I have a table with a single column of text called Source. I have another table with a text column called Terms and a text column called Category.
I want to create a table that shows each Term, its Category, and the number of times that Term exists in the Source table.
There seem to be a lot of ways to approach this. Any ideas of best practice?
Hi @RIchardC and welcome to the forum!
Without any sample data to go on, this is a general approach I would try:
Strings To Document node to convert Source to a KNIME document, making sure to configure the node to apply the Category metadata
Bag Of Words Creator to… create a Bag of Words
TF node to calculate the absolute term frequency
Then some subsequent aggregation and joining to compare to your original list of terms, but exactly how this is done will depend on the format of your data. If you have a small example dataset I could try to build a toy workflow for you to check out.
Thanks so much. I uploaded some sample data here
I started with an RSS Flow, which is eventually how I will end. Cheers.
Hi @RIchardC and welcome to the KNIME forum
I tried the link to get the data in your last post but doesn’t seem to work. Could you please check and post it back ?
Thanks & regards,
Thanks for the data. Attached here you’ll find a workflow solving this using two different solutions, the one suggested by @ScottF (thanks Scott ) and another one based on classic KNIME nodes with eventually comparison of results. The frequencies are calculated per document. If you need the frequencies globally then the same workflow could do it but you need change the grouping of the groupby node (then do it only based on column “description (filtered)_SplitResultList” and not on “Doc_Index”) or to aggregate the documents first in a single row (what suits best to you).

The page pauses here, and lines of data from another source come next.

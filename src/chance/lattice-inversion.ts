/**
 * P(W = at) for W a sum of independent integer variables given by their mass functions
 * (`count` independent copies of each piece), read from W's characteristic function at the
 * one point asked for, without forming W's mass function.
 *
 * Method: for an integer variable, P(W = d) = (1 / L) sum_{k=0}^{L-1} phi_W(2 pi k / L)
 * e^{-2 pi i k d / L} + sum_{j != 0} P(W = d + j L) (the trapezoid rule on [0, 2 pi) is
 * exact up to this aliasing; the Poisson summation formula). phi_W is the product of the
 * pieces' characteristic functions raised to their counts, each evaluated by Horner's rule
 * on the unit circle. Two errors, both bounded and both kept below 1e-15 of the answer:
 * - aliasing: L is chosen so that Chernoff's bound on P(W >= d + L) + P(W <= d - L), from
 *   the pieces' exact cumulant generating functions, is negligible (about 14 standard
 *   deviations of W when W is near normal; the whole support when that is narrower);
 * - truncation: frequencies are summed from 0 upwards until the rest is negligible, by
 *   summation by parts: |sum_j q_j z^j| <= V / |1 - z| with V the total variation of the
 *   piece (Abel's inequality), so |phi_W| over the rest is bounded by a product that falls
 *   like k^(-number of pieces).
 * Rounding in Horner's rule on |z| = 1 is about (width) x 1e-16 of the piece's mass at
 * worst, about 1e-11 relative in the answer at the widths used here.
 *
 * Cost: (frequencies) x (sum of the distinct pieces' widths). With many pieces the
 * characteristic function falls fast and few frequencies are needed (tens at 64 shards),
 * where repeated squaring by FFT needs a dozen transforms of W's whole width; with two or
 * three pieces the convolution is cheaper, and {@link inversionWork} tells the caller which.
 */

/** A mass function on offset, offset + 1, ... and how many independent copies enter W. */
export interface LatticePiece {
  readonly offset: number;
  readonly values: Float64Array;
  readonly count: number;
}

/**
 * The piece without its end terms below 1e-25 of its peak: W's density moves by less than
 * 1e-22 of itself (the dropped mass), and every frequency costs less.
 */
function trimmed(piece: LatticePiece): LatticePiece {
  const v = piece.values;
  let peak = 0;
  for (let j = 0; j < v.length; j++) if (v[j] > peak) peak = v[j];
  const floor = peak * 1e-25;
  let start = 0;
  let end = v.length;
  while (start < end - 1 && v[start] < floor) start++;
  while (end > start + 1 && v[end - 1] < floor) end--;
  if (start === 0 && end === v.length) return piece;
  return { offset: piece.offset + start, values: v.subarray(start, end), count: piece.count };
}

/** What the inversion needs to know of a piece, computed once. O(width). */
interface PieceStats {
  readonly piece: LatticePiece;
  /** Total mass (1 up to the cut at `at` and the pruning). */
  readonly mass: number;
  /** Mean and variance relative to the offset. */
  readonly mean: number;
  readonly variance: number;
  /** Total variation of the sequence padded with zeros on both sides. */
  readonly variation: number;
  /** The two end values (the jumps to the zeros outside). */
  readonly ends: number;
  /** Total variation of the first differences inside, with their end values. */
  readonly curvature: number;
}

function statsOf(piece: LatticePiece): PieceStats {
  const v = piece.values;
  let mass = 0;
  let first = 0;
  for (let j = 0; j < v.length; j++) {
    mass += v[j];
    first += j * v[j];
  }
  const mean = mass > 0 ? first / mass : 0;
  let second = 0;
  let variation = 0;
  let previous = 0;
  for (let j = 0; j < v.length; j++) {
    const centred = j - mean;
    second += centred * centred * v[j];
    variation += Math.abs(v[j] - previous);
    previous = v[j];
  }
  variation += previous;
  const n = v.length;
  let curvature = 0;
  if (n >= 2) {
    let delta = v[1] - v[0];
    curvature = Math.abs(delta);
    for (let j = 2; j < n; j++) {
      const next = v[j] - v[j - 1];
      curvature += Math.abs(next - delta);
      delta = next;
    }
    curvature += Math.abs(delta);
  }
  const ends = n >= 2 ? v[0] + v[n - 1] : 2 * (v[0] ?? 0);
  return {
    piece,
    mass,
    mean,
    variance: mass > 0 ? second / mass : 0,
    variation,
    ends,
    curvature,
  };
}

/**
 * sum_j v_j z^j at two points of the unit circle by Horner's rule, in one pass:
 * out = [re1, im1, re2, im2].
 */
function hornerPair(
  v: Float64Array,
  zr1: number,
  zi1: number,
  zr2: number,
  zi2: number,
  out: Float64Array,
): void {
  let re1 = 0;
  let im1 = 0;
  let re2 = 0;
  let im2 = 0;
  for (let j = v.length - 1; j >= 0; j--) {
    const x = v[j];
    const r1 = re1 * zr1 - im1 * zi1 + x;
    im1 = re1 * zi1 + im1 * zr1;
    re1 = r1;
    const r2 = re2 * zr2 - im2 * zi2 + x;
    im2 = re2 * zi2 + im2 * zr2;
    re2 = r2;
  }
  out[0] = re1;
  out[1] = im1;
  out[2] = re2;
  out[3] = im2;
}

/**
 * A bound on |sum_j q_j z^j| over every z = e^{i omega} with |1 - z| >= chord: summation by
 * parts once gives V / |1 - z| (V the total variation), twice gives
 * (q_first + q_last) / |1 - z| + V' / |1 - z|^2 (V' that of the first differences), far the
 * tighter for a smooth piece cut sharply at one end. Non-increasing in chord.
 */
function pieceBound(s: PieceStats, chord: number): number {
  return Math.min(s.mass, s.variation / chord, s.ends / chord + s.curvature / (chord * chord));
}

/** log E[e^{theta Y}] for one piece (Y from 0), with the tilted mean and variance. O(width). */
function tilt(v: Float64Array, theta: number): { logMgf: number; mean: number; variance: number } {
  const n = v.length;
  // Weights e^{theta (j - ref)} <= 1 with ref the end towards which theta leans, by a
  // recurrence (one product a term) while nothing can underflow that matters, else by exp.
  const ref = theta > 0 ? n - 1 : 0;
  const stepDown = Math.exp(-Math.abs(theta));
  let s0 = 0;
  let s1 = 0;
  let s2 = 0;
  if (Math.abs(theta) * n < 600) {
    let w = 1;
    for (let i = 0; i < n; i++) {
      const j = theta > 0 ? n - 1 - i : i;
      const x = v[j] * w;
      const c = j - ref;
      s0 += x;
      s1 += x * c;
      s2 += x * c * c;
      w *= stepDown;
    }
  } else {
    for (let j = 0; j < n; j++) {
      const x = v[j] * Math.exp(theta * (j - ref));
      const c = j - ref;
      s0 += x;
      s1 += x * c;
      s2 += x * c * c;
    }
  }
  const mean = s1 / s0;
  return {
    logMgf: Math.log(s0) + theta * ref,
    mean: mean + ref,
    variance: Math.max(s2 / s0 - mean * mean, 0),
  };
}

/**
 * log of Chernoff's bound inf_theta exp(K_W(theta) - theta x) on P(W >= x) (x above the
 * mean) or P(W <= x) (below), x relative to the sum of the offsets, from the pieces' exact
 * cumulant generating functions. Newton's method on K_W'(theta) = x from the normal
 * optimum; any theta gives a valid bound, so the steps stop once it is below `enough`
 * (usually the first). O(steps x widths).
 */
function logTailBound(
  stats: readonly PieceStats[],
  mean: number,
  variance: number,
  x: number,
  enough: number,
): number {
  const gap = x - mean;
  if (gap === 0 || variance === 0) return 0;
  let theta = gap / variance;
  let best = 0;
  for (let step = 0; step < 6; step++) {
    let logMgf = 0;
    let tiltedMean = 0;
    let tiltedVariance = 0;
    for (const s of stats) {
      const t = tilt(s.piece.values, theta);
      logMgf += s.piece.count * t.logMgf;
      tiltedMean += s.piece.count * t.mean;
      tiltedVariance += s.piece.count * t.variance;
    }
    const bound = logMgf - theta * x;
    if (bound < best) best = bound;
    if (best <= enough || !(tiltedVariance > 0)) break;
    const next = theta + (x - tiltedMean) / tiltedVariance;
    // Stay on the side of the gap; halve towards 0 rather than cross it.
    const kept = next * gap > 0 ? next : theta / 2;
    if (Math.abs(kept - theta) <= 1e-3 * Math.abs(theta)) break;
    theta = kept;
  }
  return best;
}

/** Frequencies needed, estimated from the spreads alone (for choosing a method). O(pieces). */
export function inversionWork(
  pieces: readonly { count: number; sd: number; width: number }[],
): number {
  let variance = 0;
  let widths = 0;
  let copies = 0;
  for (const p of pieces) {
    variance += p.count * p.sd * p.sd;
    widths += p.width;
    copies += p.count;
  }
  const period = 2 * (14 * Math.sqrt(variance) + 16);
  // The bound (V / |1 - z|)^copies with V about 2 x peak = 0.8 / sd falls below 1e-17 at
  // about 0.25 L / sd x 10^(17 / copies) frequencies (one shared sd: the typical one).
  const sd = Math.sqrt(variance / Math.max(copies, 1));
  const frequencies = Math.min(period / 2, (0.25 * period * 10 ** (17 / copies)) / sd + 1);
  return 8 * frequencies * widths;
}

/**
 * log P(W = at), W the sum of `count` independent copies of each piece, by inversion of
 * the characteristic function; null when the inversion would cost more than `maxWork`
 * operations (the caller then convolves). Relative error about 1e-11.
 * Example: pieces [{offset: 0, values: [0.5, 0.5], count: 2}] at 1 give log(0.5).
 */
export function sumLogDensityAt(
  pieces: readonly LatticePiece[],
  at: number,
  maxWork = Infinity,
): number | null {
  const stats: PieceStats[] = [];
  let base = 0;
  let top = 0;
  let mean = 0;
  let variance = 0;
  let widths = 0;
  for (const whole of pieces) {
    if (whole.count === 0) continue;
    if (whole.values.length === 0) return -Infinity;
    const piece = trimmed(whole);
    const s = statsOf(piece);
    stats.push(s);
    base += piece.count * piece.offset;
    top += piece.count * (piece.values.length - 1);
    mean += piece.count * s.mean;
    variance += piece.count * s.variance;
    widths += piece.values.length;
  }
  const d = at - base;
  if (d < 0 || d > top) return -Infinity;
  if (stats.length === 0) return d === 0 ? 0 : -Infinity;
  const support = top + 1;
  // The period: the whole support when that is short, else wide enough that Chernoff's
  // bound on the aliased mass is negligible (checked, and widened while it is not).
  const sd = Math.sqrt(variance);
  let period = Math.min(support, Math.ceil(2 * (Math.abs(d - mean) + 14 * sd + 16)));
  // Aliased mass below 1e-20 of the density's own scale (about 1 / (2.5 sd) at the centre).
  const logFloor = -Math.log(Math.max(2.5 * sd, 1)) - 20 * Math.LN10;
  while (period < support) {
    const above =
      d + period <= top ? logTailBound(stats, mean, variance, d + period, logFloor) : -Infinity;
    const below =
      d - period >= 0 ? logTailBound(stats, mean, variance, d - period, logFloor) : -Infinity;
    if (Math.max(above, below) <= logFloor) break;
    period = Math.min(support, Math.ceil(period * 1.5));
  }
  const L = period;
  // k d is reduced modulo L exactly only while both stay below 2^26.
  if (L > 2 ** 26) return null;
  const step = (2 * Math.PI) / L;
  const dModL = d % L;
  const half = Math.floor((L - 1) / 2);

  let logMass0 = 0;
  for (const s of stats) logMass0 += s.piece.count * Math.log(s.mass);
  let sum = Math.exp(logMass0);
  let work = 0;
  let stoppedEarly = false;
  const pair = new Float64Array(4);
  for (let k = 1; k <= half; k += 2) {
    // Abel's bound on everything from k on (the bound falls with k up to L / 2).
    const chord = 2 * Math.sin((Math.PI * k) / L);
    let logEnvelope = 0;
    for (const s of stats) logEnvelope += s.piece.count * Math.log(pieceBound(s, chord));
    if (Math.exp(logEnvelope) * 2 * (half - k + 1) <= 1e-16 * Math.abs(sum)) {
      stoppedEarly = true;
      break;
    }
    // Frequencies k and k + 1 in one pass over each piece (the second dropped past half).
    const both = k + 1 <= half;
    work += widths * (both ? 16 : 8);
    if (work > maxWork) return null;
    const zr1 = Math.cos(step * k);
    const zi1 = Math.sin(step * k);
    const zr2 = Math.cos(step * (k + 1));
    const zi2 = Math.sin(step * (k + 1));
    let logAbs1 = 0;
    let phase1 = 0;
    let logAbs2 = 0;
    let phase2 = 0;
    for (const s of stats) {
      hornerPair(s.piece.values, zr1, zi1, zr2, zi2, pair);
      logAbs1 += s.piece.count * Math.log(Math.hypot(pair[0], pair[1]));
      phase1 += s.piece.count * Math.atan2(pair[1], pair[0]);
      logAbs2 += s.piece.count * Math.log(Math.hypot(pair[2], pair[3]));
      phase2 += s.piece.count * Math.atan2(pair[3], pair[2]);
    }
    // e^{-i omega d}, with k d reduced modulo L exactly (both below 2^26 here).
    phase1 -= step * ((dModL * k) % L);
    sum += 2 * Math.exp(logAbs1) * Math.cos(phase1);
    if (both) {
      phase2 -= step * ((dModL * (k + 1)) % L);
      sum += 2 * Math.exp(logAbs2) * Math.cos(phase2);
    }
  }
  if (L % 2 === 0 && !stoppedEarly) {
    // The last frequency (z = -1) pairs with itself; reached only when nothing stopped early.
    let logAbs = 0;
    let phase = 0;
    for (const s of stats) {
      const v = s.piece.values;
      let re = 0;
      for (let j = v.length - 1; j >= 0; j--) re = -re + v[j];
      logAbs += s.piece.count * Math.log(Math.abs(re));
      if (re < 0) phase += s.piece.count * Math.PI;
    }
    phase -= Math.PI * (dModL % 2);
    sum += Math.exp(logAbs) * Math.cos(phase);
  }
  const density = sum / L;
  return density > 0 ? Math.log(density) : -Infinity;
}
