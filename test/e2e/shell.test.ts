import { join } from 'node:path';
import { afterAll, beforeAll, describe, expect, inject, it } from 'vitest';
import { launchBrowser, RESULTS_DIR, type Browser } from '../support/browser';

let browser: Browser;
beforeAll(async () => {
  browser = await launchBrowser();
});
afterAll(async () => {
  await browser?.close();
});

describe('the served app shell', () => {
  it('loads the bench with the product name, in Source Sans 3 shipped with the app', async () => {
    const page = await browser.context.newPage();
    const failed: string[] = [];
    page.on('requestfailed', (r) => failed.push(r.url()));
    page.on('pageerror', (e) => failed.push(e.message));
    // `/` is the front page now (test/e2e/front-page.test.ts); the bench has its own address.
    await page.goto(inject('baseUrl') + '/bench');
    await expect.poll(() => page.title()).toBe('Bench · Nodewright');
    await expect.poll(() => page.locator('.top-bar .name').textContent()).toBe('Nodewright');
    await page.evaluate(() => document.fonts.ready);
    const family = await page.evaluate(() => getComputedStyle(document.querySelector('h1')!).fontFamily);
    expect(family.split(',')[0].replaceAll('"', '').trim()).toBe('Source Sans 3');
    // The font really loaded from our own server (no fallback, no remote request).
    expect(await page.evaluate(() => document.fonts.check('16px "Source Sans 3"'))).toBe(true);
    const fontFaces = await page.evaluate(() => [...document.fonts].filter((f) => f.family.includes('Source Sans 3') && f.status === 'loaded').length);
    expect(fontFaces).toBeGreaterThan(0);
    expect(failed).toEqual([]);
    await page.screenshot({ path: join(RESULTS_DIR, 'shell-bench.png'), fullPage: true });
    await page.close();
  });

  it('navigates to the library and back through the top bar, lazily loaded', async () => {
    const page = await browser.context.newPage();
    await page.goto(inject('baseUrl') + '/bench');
    await page.getByRole('link', { name: 'Library' }).click();
    await page.waitForURL(/\/library$/);
    await expect.poll(() => page.locator('h1').textContent()).toBe('Block library');
    await page.getByRole('link', { name: 'Bench', exact: true }).click();
    await expect.poll(() => page.locator('h1').textContent()).toBe('Bench');
    await page.close();
  });

  it('answers an unknown address with the app\'s own not-found page', async () => {
    const page = await browser.context.newPage();
    const res = await page.goto(inject('baseUrl') + '/no/such/page');
    expect(res?.status()).toBe(200);
    await expect.poll(() => page.locator('h1').textContent()).toBe('Nothing here');
    await page.close();
  });
});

20210512 Pikairos Simple question about Term Frequency.knwf (841.3 KB)
Please get back in touch if more explanation is needed.
Hope this helps.
This is fantastic. I love how I can study a Knime flow step by step and it makes perfect sense.
Now that I see how it’s done, I see a flaw in my question, which is that all my dictionary terms were one word. In reality, I’ll need to search for multi-word terms, e.g. “Boris Johnson”.
Since the join node is where the dictionary comes into play, I’ve studied the docs for that, as well as Cell Replacer, but I’m not seeing a way forward.
If I were programming this in a different language, my instinct would be to iterate through each dictionary item with a “contains” test on the description column. If it makes it any easier, I don’t want to count how many times the dictionary term is mentioned in each article – I only need to count how many articles mention the term.
Is there a way for Knime to do that?
I found the trick of using the Dictionary Tagger to create multi-word tags. Then I realized I needed Document Frequency rather than Term Frequency.
Thanks again for the help.
Excellent news !
Could you please upload your workflow solution so that other people can better understand it and benefit ?
Here’s the end result, plus I added a Date filter.
This topic was automatically closed 7 days after the last reply. New replies are no longer allowed.